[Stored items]
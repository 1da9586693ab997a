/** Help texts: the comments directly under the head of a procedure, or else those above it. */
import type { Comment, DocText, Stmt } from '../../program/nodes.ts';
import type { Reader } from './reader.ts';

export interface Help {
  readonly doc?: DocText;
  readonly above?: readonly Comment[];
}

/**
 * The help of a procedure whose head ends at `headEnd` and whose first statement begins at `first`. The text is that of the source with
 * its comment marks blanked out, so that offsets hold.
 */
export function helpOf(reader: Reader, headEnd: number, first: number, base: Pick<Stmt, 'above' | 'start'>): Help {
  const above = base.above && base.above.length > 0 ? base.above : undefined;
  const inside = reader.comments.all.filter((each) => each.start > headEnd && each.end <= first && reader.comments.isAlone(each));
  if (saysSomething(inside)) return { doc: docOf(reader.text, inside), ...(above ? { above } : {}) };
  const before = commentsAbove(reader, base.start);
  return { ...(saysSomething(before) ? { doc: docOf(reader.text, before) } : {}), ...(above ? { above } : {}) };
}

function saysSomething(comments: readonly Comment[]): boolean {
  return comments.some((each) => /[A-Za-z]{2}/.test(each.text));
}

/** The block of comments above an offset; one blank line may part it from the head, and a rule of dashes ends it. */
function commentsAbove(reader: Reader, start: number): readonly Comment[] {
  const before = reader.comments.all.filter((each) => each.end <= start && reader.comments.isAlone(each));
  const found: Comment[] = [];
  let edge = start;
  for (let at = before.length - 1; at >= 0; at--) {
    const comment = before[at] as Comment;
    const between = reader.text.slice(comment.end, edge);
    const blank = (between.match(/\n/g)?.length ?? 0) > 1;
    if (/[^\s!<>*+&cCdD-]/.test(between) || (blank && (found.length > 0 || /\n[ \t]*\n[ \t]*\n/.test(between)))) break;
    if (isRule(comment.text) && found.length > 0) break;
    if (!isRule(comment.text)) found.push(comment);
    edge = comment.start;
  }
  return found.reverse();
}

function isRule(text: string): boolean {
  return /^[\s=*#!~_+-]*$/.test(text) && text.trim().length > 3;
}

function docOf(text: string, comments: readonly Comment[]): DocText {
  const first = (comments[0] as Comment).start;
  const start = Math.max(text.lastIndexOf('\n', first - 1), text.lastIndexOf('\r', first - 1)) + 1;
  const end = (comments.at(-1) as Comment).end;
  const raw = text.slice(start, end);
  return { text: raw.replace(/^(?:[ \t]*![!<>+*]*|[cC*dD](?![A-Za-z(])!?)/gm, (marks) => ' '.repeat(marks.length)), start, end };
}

Assigned task:
Given the records above, reproduce precisely and only the lines between the line holding "readonly above?: readonly Comment[];" and the line holding "const above = base.above", inclusive.

Task output:
  readonly above?: readonly Comment[];
}

/**
 * The help of a procedure whose head ends at `headEnd` and whose first statement begins at `first`. The text is that of the source with
 * its comment marks blanked out, so that offsets hold.
 */
export function helpOf(reader: Reader, headEnd: number, first: number, base: Pick<Stmt, 'above' | 'start'>): Help {
  const above = base.above && base.above.length > 0 ? base.above : undefined;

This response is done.